You cannot convert a GeneralizedLinearModel object to an incremental model directly. However, you can initialize an incremental model for binary classification by passing information learned from the app, such as estimated coefficients and class names.

Create an incremental model for binary classification directly. Specify the learner, intercept, coefficient estimates, and class names learned from Classification Learner.

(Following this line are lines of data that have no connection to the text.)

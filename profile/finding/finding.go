package finding

import (
	"cmp"
	"slices"

	"sagcrest/profile/station"
)

// Code names a row of the catalogue of checks, such as "D04".
type Code string

// Severity tells how grave a finding is.
type Severity byte

// The three severities. An Error may withhold results, a Warning never does,
// a Note only informs.
const (
	Error   Severity = 'E'
	Warning Severity = 'W'
	Note    Severity = 'N'
)

// String returns the letter.
func (s Severity) String() string { return string(rune(s)) }

// rank orders severities, gravest first.
func (s Severity) rank() int {
	switch s {
	case Error:
		return 0
	case Warning:
		return 1
	}
	return 2
}

// Measure is a figure with its unit; Known false means that there is none.
type Measure struct {
	Value float64
	Unit  string // "m", "m2", "m3", "ratio", "%", "deg", "" for a count
	Known bool
}

// Of returns a known measure.
func Of(value float64, unit string) Measure { return Measure{value, unit, true} }

// Place tells where a finding lies. Key is the path of the input it concerns,
// such as "culvert[2].outlet_invert"; ID names the thing ("C-3", a clearance's
// name). On says that At holds a stretch or a single place of the road, Beside
// that Off holds an offset.
type Place struct {
	Key, ID    string
	At         station.Interval
	On, Beside bool
	Off        station.Offset
}

// On returns a place at one station.
func On(s station.Station) Place { return Place{At: station.At(s), On: true} }

// Between returns a place that is a stretch.
func Between(from, to station.Station) Place {
	return Place{At: station.Interval{From: from, To: to}, On: true}
}

// Under returns the place with the path of the input it concerns.
func (p Place) Under(key string) Place { p.Key = key; return p }

// Named returns the place with the name of the thing.
func (p Place) Named(id string) Place { p.ID = id; return p }

// Aside returns the place with an offset.
func (p Place) Aside(o station.Offset) Place { p.Off, p.Beside = o, true; return p }

// Finding is one doubt about the project. Args fill the rule's Message in
// order: station.Station, station.Offset, Measure, string and int are written
// by the rim. Stops lists the result paths (from "result") that are withheld.
type Finding struct {
	Code            Code
	Severity        Severity
	At              Place
	Measured, Limit Measure
	Args            []any
	Stops           []string
	Source          string // of this very limit; empty: that of the rule
}

// Rule is the catalogue's page of a code. Message is a format string with one
// %v for each of a finding's Args.
type Rule struct {
	Code                            Code
	Default                         Severity
	Title, Message, Formula, Source string
	Effect                          string // what the blunder changes
	Mend                            string // the smallest fix
}

// Sort orders findings by severity, then station, then code, then key; equal
// ones keep their order.
func Sort(fs []Finding) {
	slices.SortStableFunc(fs, func(a, b Finding) int {
		return cmp.Or(
			cmp.Compare(a.Severity.rank(), b.Severity.rank()),
			cmp.Compare(a.At.At.From, b.At.At.From),
			cmp.Compare(a.Code, b.Code),
			cmp.Compare(a.At.Key, b.At.Key),
		)
	})
}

Because good initial values of coefficients exist and all class names are known, specify a metrics warm-up period of length 0.

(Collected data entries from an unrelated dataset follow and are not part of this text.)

package config

import (
	"fmt"

	"sagcrest/profile"
	"sagcrest/profile/station"
)

// The grade line, and what its checks will need later: design speed and criteria
// are read, checked for form and handed on without effect.
type fileProfile struct {
	DesignSpeed speed       `json:"design_speed" range:"(0,300]" jsonschema_description:"kept without effect until its checks are built"`
	Criteria    string      `json:"criteria" jsonschema:"enum=aashto-metric,enum=aashto-us,enum=irc,enum=rhd" jsonschema_description:"set of published rules; kept without effect until its checks are built"`
	PVI         []filePVI   `json:"pvi" jsonschema:"required" jsonschema_description:"points of vertical intersection; the first and the last are the ends"`
	CurveTable  []fileCurve `json:"curve_table" jsonschema_description:"the table of another hand, for checking only (P02)"`
}

// A point of vertical intersection. Levels range from −1000 m (deeper than any
// dry land) to 10,000 m; a level outside is in another unit.
type filePVI struct {
	Station place      `json:"station" jsonschema:"required" range:"[-10000000,10000000]"`
	Elev    coordinate `json:"elev" jsonschema:"required" range:"[-1000,10000]" jsonschema_description:"level of the intersection"`
	Length  length     `json:"length" range:"(0,100000]" jsonschema_description:"of the vertical curve; one of length, k, radius, or none for a break"`
	K       perPercent `json:"k" range:"(0,10000]" jsonschema_description:"length per percent of change of grade"`
	Radius  length     `json:"radius" range:"(0,1000000]" jsonschema_description:"at the turning point of the parabola"`
}

// A row of the curve table of another hand. It never defines anything: a row that
// disagrees is P02, not a contradiction of the project.
type fileCurve struct {
	PVI    place      `json:"pvi" jsonschema:"required" range:"[-10000000,10000000]"`
	Length length     `json:"length" range:"[0,100000]"`
	K      perPercent `json:"k" range:"[0,10000]"`
	PVC    place      `json:"pvc" range:"[-10000000,10000000]"`
	PVT    place      `json:"pvt" range:"[-10000000,10000000]"`
}

// The level, and perhaps the grade, that the road meets at one of its ends.
type fileTieIn struct {
	Name  string     `json:"name"`
	End   string     `json:"end" jsonschema:"required,enum=start,enum=end" jsonschema_description:"which end of the road"`
	Elev  coordinate `json:"elev" jsonschema:"required" range:"[-1000,10000]"`
	Grade ratio      `json:"grade" range:"[-1,1]" jsonschema_description:"uphill positive"`
}

// profile reads the points. Order of stations (A01) and room for the curves (P01)
// are judged where the curves are laid.
func (r *reading) profile(f *fileProfile) []profile.PVI {
	if f == nil {
		return nil
	}
	if n := len(f.PVI); n < 2 && r.has("profile.pvi") {
		r.complain("F05", "profile.pvi", fmt.Sprintf("a grade line needs two points or more, this has %d", n), "give both ends")
	}
	var all []profile.PVI
	for i, p := range f.PVI {
		key := fmt.Sprintf("profile.pvi[%d]", i)
		sizes := 0
		for _, size := range []string{"length", "k", "radius"} {
			if !r.has(key + "." + size) {
				continue
			}
			if sizes++; sizes > 1 {
				r.complain("F08", key+"."+size, key+" has more than one size", "keep one of length, k and radius")
			}
		}
		all = append(all, profile.PVI{
			At: station.Station(p.Station.si), Elev: p.Elev.si,
			Length: p.Length.or(0), K: p.K.or(0), Radius: p.Radius.or(0),
		})
	}
	return all
}

// curveTable keeps absent and zero apart: only what is claimed is checked.
func (r *reading) curveTable(f *fileProfile) []profile.CurveClaim {
	if f == nil {
		return nil
	}
	var all []profile.CurveClaim
	for i, c := range f.CurveTable {
		if !c.Length.given && !c.K.given && !c.PVC.given && !c.PVT.given {
			key := fmt.Sprintf("profile.curve_table[%d]", i)
			r.complain("F05", key, key+" claims nothing", "give any of length, k, pvc, pvt")
		}
		all = append(all, profile.CurveClaim{
			PVI: station.Station(c.PVI.si), Length: c.Length.pointer(), K: c.K.pointer(),
			PVC: stationPointer(c.PVC), PVT: stationPointer(c.PVT),
		})
	}
	return all
}

// tieIns allows one for each end: two would ask for two levels at one place.
func (r *reading) tieIns(files []fileTieIn) []profile.TieIn {
	var all []profile.TieIn
	seen := map[string]bool{}
	for i, f := range files {
		if seen[f.End] && f.End != "" {
			r.complain("F08", fmt.Sprintf("tie_in[%d].end", i), "the "+f.End+" of the road has two tie-ins", "keep one")
		}
		seen[f.End] = true
		all = append(all, profile.TieIn{Name: f.Name, AtEnd: f.End == "end", Elev: f.Elev.si, Grade: f.Grade.pointer()})
	}
	return all
}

IncrementalMdl = incrementalClassificationLinear('Learner','logistic', ...
    'Beta',Beta,'Bias',Bias,'ClassNames',ClassNames, ...
    'MetricsWarmupPeriod',0)

IncrementalMdl = 

  incrementalClassificationLinear

            IsWarm: 0
           Metrics: [1×2 table]
        ClassNames: [Moving    NotMoving]
    ScoreTransform: 'logit'
              Beta: [60×1 double]
              Bias: -471.7873
           Learner: 'logistic'


  Properties, Methods

IncrementalMdl is an incrementalClassificationLinear model object for incremental learning using a logistic regression model. Because coefficients and all class names are specified, you can predict responses by passing IncrementalMdl and data to predict.

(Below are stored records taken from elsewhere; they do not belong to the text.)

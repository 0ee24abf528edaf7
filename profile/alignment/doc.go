// Package alignment is the horizontal alignment of a road: what stations are
// counted along.
//
// In comes a table of points of intersection (PI), each with the radius of its
// arc and the lengths of the clothoids before and after it. Then
//
//  1. every PI is solved by itself: deflection, clothoid angles, tangents, arc
//     (pi.go);
//  2. the elements are laid one after another, tangent, clothoid, arc, clothoid
//     (alignment.go, clothoid.go); what does not fit is a finding A16 with the
//     numbers that cannot hold together (checks.go);
//  3. At, Point, Locate and LocateNear go from station and offset to easting and
//     northing and back (locate.go).
//
// Signs and units: metres; azimuths in radians clockwise from grid north;
// curvature and radius positive turning right; offsets right positive. A length
// along offset o is (1 − curvature·o) times that along the alignment.
//
// References: T. F. Hickerson, Route Location and Design, 5th ed. (clothoids and
// unequal tangents); ISO 19148 (stations).
package alignment
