package alignment_test

import (
	"math"
	"testing"

	"github.com/paulmach/orb"
	"github.com/stretchr/testify/assert"
	"github.com/stretchr/testify/require"
	"pgregory.net/rapid"

	"sagcrest/profile/alignment"
	"sagcrest/profile/station"
)

// sharp is one tight bend with long clothoids on map coordinates, so that
// points at common offsets lie close to the centres of curvature.
func sharp(t *rapid.T) *alignment.Alignment {
	r := rapid.Float64Range(50, 200).Draw(t, "radius")
	in := rapid.SampledFrom([]float64{0, 30, 60, 100}).Draw(t, "in")
	out := rapid.SampledFrom([]float64{0, 30, 60, 100}).Draw(t, "out")
	az := rapid.Float64Range(0, 2*math.Pi).Draw(t, "azimuth")
	d := (in+out)/(2*r) + rapid.SampledFrom([]float64{0, 0.2, 0.7}).Draw(t, "arc")
	if d == 0 {
		d = 0.3
	}
	d = math.Copysign(d, rapid.Float64Range(-1, 1).Draw(t, "side"))
	at := rapid.SampledFrom([]float64{0, 5.3e6}).Draw(t, "origin")
	return lay(t,
		alignment.PI{E: at - 900*math.Sin(az), N: at - 900*math.Cos(az)},
		alignment.PI{E: at, N: at, Radius: r, SpiralIn: in, SpiralOut: out},
		alignment.PI{E: at + 900*math.Sin(az+d), N: at + 900*math.Cos(az+d)})
}

// somewhere draws a station: anywhere, an end, or where two elements meet.
func somewhere(t *rapid.T, a *alignment.Alignment) station.Station {
	special := append(a.Breaks(), 0, a.Length())
	if rapid.Bool().Draw(t, "special") {
		return rapid.SampledFrom(special).Draw(t, "s")
	}
	return station.Station(rapid.Float64Range(0, float64(a.Length())).Draw(t, "s"))
}

// Law: whatever is set out on this side of the centre of curvature is found
// again, and no place of a fine walk along the alignment is nearer.
func TestLocateFindsTheNearest(t *testing.T) {
	rapid.Check(t, func(t *rapid.T) {
		a := sharp(t)
		s := somewhere(t, a)
		o := rapid.Float64Range(-180, 180).Draw(t, "o")
		if k := a.Curvature(s); k*o > 0.97 {
			o = 0.97 / k
		}
		p := a.Point(s, station.Offset(o))
		gs, g, ok := a.Locate(p)
		require.True(t, ok)
		back := a.Point(gs, g)
		assert.InDelta(t, p[0], back[0], 1e-7, "it is a foot")
		assert.InDelta(t, p[1], back[1], 1e-7)
		for i := range 400 {
			q := a.At(a.Length() * station.Station(i) / 399).XY
			require.GreaterOrEqual(t, math.Hypot(q[0]-p[0], q[1]-p[1]), math.Abs(float64(g))-1e-8)
		}
	})
}

// Law: from a close hint the very foot is found; from any hint the search comes
// to rest where the alignment lies square to the point.
func TestLocateNearComesToRest(t *testing.T) {
	rapid.Check(t, func(t *rapid.T) {
		a := sharp(t)
		s := somewhere(t, a)
		o := rapid.Float64Range(-40, 40).Draw(t, "o")
		p := a.Point(s, station.Offset(o))
		gs, g, ok := a.LocateNear(p, s+station.Station(rapid.Float64Range(-5, 5).Draw(t, "near")))
		require.True(t, ok)
		assert.InDelta(t, float64(s), float64(gs), 1e-8)
		assert.InDelta(t, o, float64(g), 1e-8)

		gs, _, ok = a.LocateNear(p, station.Station(rapid.Float64Range(-500, 2500).Draw(t, "far")))
		if ok {
			pose := a.At(gs)
			assert.InDelta(t, 0, (p[0]-pose.XY[0])*math.Sin(pose.Azimuth)+(p[1]-pose.XY[1])*math.Cos(pose.Azimuth), 1e-7)
		}
	})
}

// Beyond the ends lies no foot, but LocateNear goes on straight; the centre of an
// arc and a point that is no number have none.
func TestLocateOffTheAlignment(t *testing.T) {
	a := lay(t, bend(200, 0, 0, 500)...)
	for _, s := range []station.Station{-0.001, a.Length() + 0.001} {
		p := a.Point(s, 12)
		_, _, ok := a.Locate(p)
		assert.False(t, ok)
		gs, g, ok := a.LocateNear(p, s)
		require.True(t, ok)
		assert.InDelta(t, float64(s), float64(gs), 1e-9)
		assert.InDelta(t, 12, float64(g), 1e-9)
	}
	_, _, ok := a.LocateNear(orb.Point{200, 300}, 450)
	assert.False(t, ok, "the centre")
	_, _, ok = a.LocateNear(orb.Point{math.NaN(), 0}, 450)
	assert.False(t, ok)
	_, _, ok = a.Locate(orb.Point{math.NaN(), 0})
	assert.False(t, ok)
	// Beyond the centre the arc is the farthest around; both tangents are nearer.
	s, o, ok := a.Locate(orb.Point{350, 150})
	require.True(t, ok)
	assert.InDelta(t, 150, float64(s), 1e-9, "equally near: the lower station")
	assert.InDelta(t, 350, float64(o), 1e-9)
}
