package alignment

import (
	"math"

	"github.com/paulmach/orb"

	"sagcrest/profile/station"
)

// footEnd is the length in metres at which the search for a foot ends: far below
// anything measured, but not below the last bits of map coordinates.
func footEnd(p orb.Point) float64 {
	const bits = 4e-16 // two units in the last place
	return 1e-11 + bits*math.Max(math.Abs(p[0]), math.Abs(p[1]))
}

// LocateNear returns the foot of a point near a station: where the alignment,
// gone on straight beyond its ends, lies square to it. It is Newton's method on
// the distance along the direction; from a hint on the same side of every
// centre it converges quadratically. ok is false when it does not.
func (a *Alignment) LocateNear(p orb.Point, hint station.Station) (s station.Station, o station.Offset, ok bool) {
	s = hint
	end := footEnd(p)
	for range 60 {
		pose := a.At(s)
		along, right := pose.project(p)
		room := 1 - pose.Curvature*right
		if room <= 1e-9 {
			// At or beyond the centre the distance no longer falls: step by the
			// plain projection, which leads out of the evolute.
			room = 1
		}
		step := along / room
		s += station.Station(step)
		if math.Abs(step) <= end {
			_, right = a.At(s).project(p)
			return s, station.Offset(right), true
		}
	}
	return s, 0, false
}

// project returns where a point lies, ahead and to the right.
func (p Pose) project(q orb.Point) (along, right float64) {
	sin, cos := math.Sincos(p.Azimuth)
	dx, dy := q[0]-p.XY[0], q[1]-p.XY[1]
	return dx*sin + dy*cos, dx*cos - dy*sin
}

// Locate returns the nearest foot of a point on the alignment; ok is false when
// no line square to the alignment passes through it.
func (a *Alignment) Locate(p orb.Point) (s station.Station, o station.Offset, ok bool) {
	best := math.Inf(1)
	for i := range a.elements {
		e := &a.elements[i]
		for _, l := range e.feet(p) {
			if _, right := e.at(l).project(p); math.Abs(right) < best {
				best, s, o, ok = math.Abs(right), e.Over.From+station.Station(l), station.Offset(right), true
			}
		}
	}
	return s, o, ok
}

// feet returns the lengths along an element at which it lies square to a point,
// with a hair of room at its ends so that none is lost between two elements.
func (e *Element) feet(p orb.Point) (out []float64) {
	const hair = 1e-9
	length := e.Over.Length()
	keep := func(l float64) {
		if l >= -hair && l <= length+hair {
			out = append(out, math.Min(math.Max(l, 0), length))
		}
	}
	start := e.at(0)
	along, right := start.project(p)
	switch e.Kind {
	case Tangent:
		keep(along)
	case Arc:
		// Angle at the centre, which lies R to the right of the start.
		r := e.RadiusFrom
		angle := math.Atan2(along, r-right)
		if r < 0 {
			angle = -math.Atan2(along, right-r)
		}
		keep(angle * r)
		keep((angle + math.Copysign(2*math.Pi, r)) * r)
	default:
		out = e.clothoidFeet(p)
	}
	return out
}

// clothoidFeet brackets the feet on a clothoid between close stations and
// halves: at most one lies between two of them, since a clothoid turns by less
// than a right angle in a twelfth of any length that is laid.
func (e *Element) clothoidFeet(p orb.Point) (out []float64) {
	const parts = 12
	length := e.Over.Length()
	f := func(l float64) float64 { v, _ := e.at(l).project(p); return v }
	a, fa := 0.0, f(0)
	if fa == 0 {
		out = append(out, 0)
	}
	for i := 1; i <= parts; i++ {
		b := length * float64(i) / parts
		fb := f(b)
		if fb == 0 {
			out = append(out, b)
		} else if fa*fb < 0 {
			out = append(out, e.refine(f, p, a, b, fa))
		}
		a, fa = b, fb
	}
	return out
}

// refine narrows a bracket to a foot by Newton's method kept inside it.
func (e *Element) refine(f func(float64) float64, p orb.Point, a, b, fa float64) float64 {
	l := (a + b) / 2
	for range 80 {
		pose := e.at(l)
		v, right := pose.project(p)
		if (v > 0) == (fa > 0) {
			a, fa = l, v
		} else {
			b = l
		}
		next := l + v/(1-pose.Curvature*right)
		if !(next > a && next < b) {
			next = (a + b) / 2
		}
		if math.Abs(next-l) <= footEnd(p) {
			return next
		}
		l = next
	}
	return l
}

Implement Incremental Learning

Perform incremental learning on the 99% data partition by using the updateMetricsAndFit function. Simulate a data stream by processing 50 observations at a time. At each iteration:

Call updateMetricsAndFit to update the cumulative and window classification error of the model given the incoming chunk of observations. Overwrite the previous incremental model to update the losses in the Metrics property.
Store the losses and the estimated coefficient β₁₄.

% Preallocation
nil = sum(idxil);
numObsPerChunk = 50;
nchunk = floor(nil/numObsPerChunk);
ce = array2table(zeros(nchunk,2),'VariableNames',["Cumulative" "Window"]);
beta14 = [IncrementalMdl.Beta(14); zeros(nchunk,1)];

% Incremental learning
for j = 1:nchunk
    ibegin = min(nil,numObsPerChunk*(j-1) + 1);
    iend   = min(nil,numObsPerChunk*j);
    idx = ibegin:iend;
    IncrementalMdl = updateMetricsAndFit(IncrementalMdl,Xil(idx,:),Yil(idx));
    ce{j,:} = IncrementalMdl.Metrics{"ClassificationError",:};
    beta14(j + 1) = IncrementalMdl.Beta(14);
end

IncrementalMdl is an incrementalClassificationLinear model object trained on all the data in the stream.

Plot a trace plot of the performance metrics and β₁₄.

figure;
subplot(2,1,1)
h = plot(ce.Variables);
xlim([0 nchunk]);
ylabel('Classification Error')
legend(h,ce.Properties.VariableNames)
subplot(2,1,2)
plot(beta14)
ylabel('\beta_{14}')
xlim([0 nchunk]);
xlabel('Iteration')

Trace plots of the epsilon-insensitive loss and last coefficient

The cumulative loss gradually changes with each iteration (chunk of 50 observations), whereas the window loss jumps. Because the metrics window is 200 by default and updateMetricsAndFit measures the performance every four iterations.

β₁₄ adapts to the data as updateMetricsAndFit processes chunks of observations.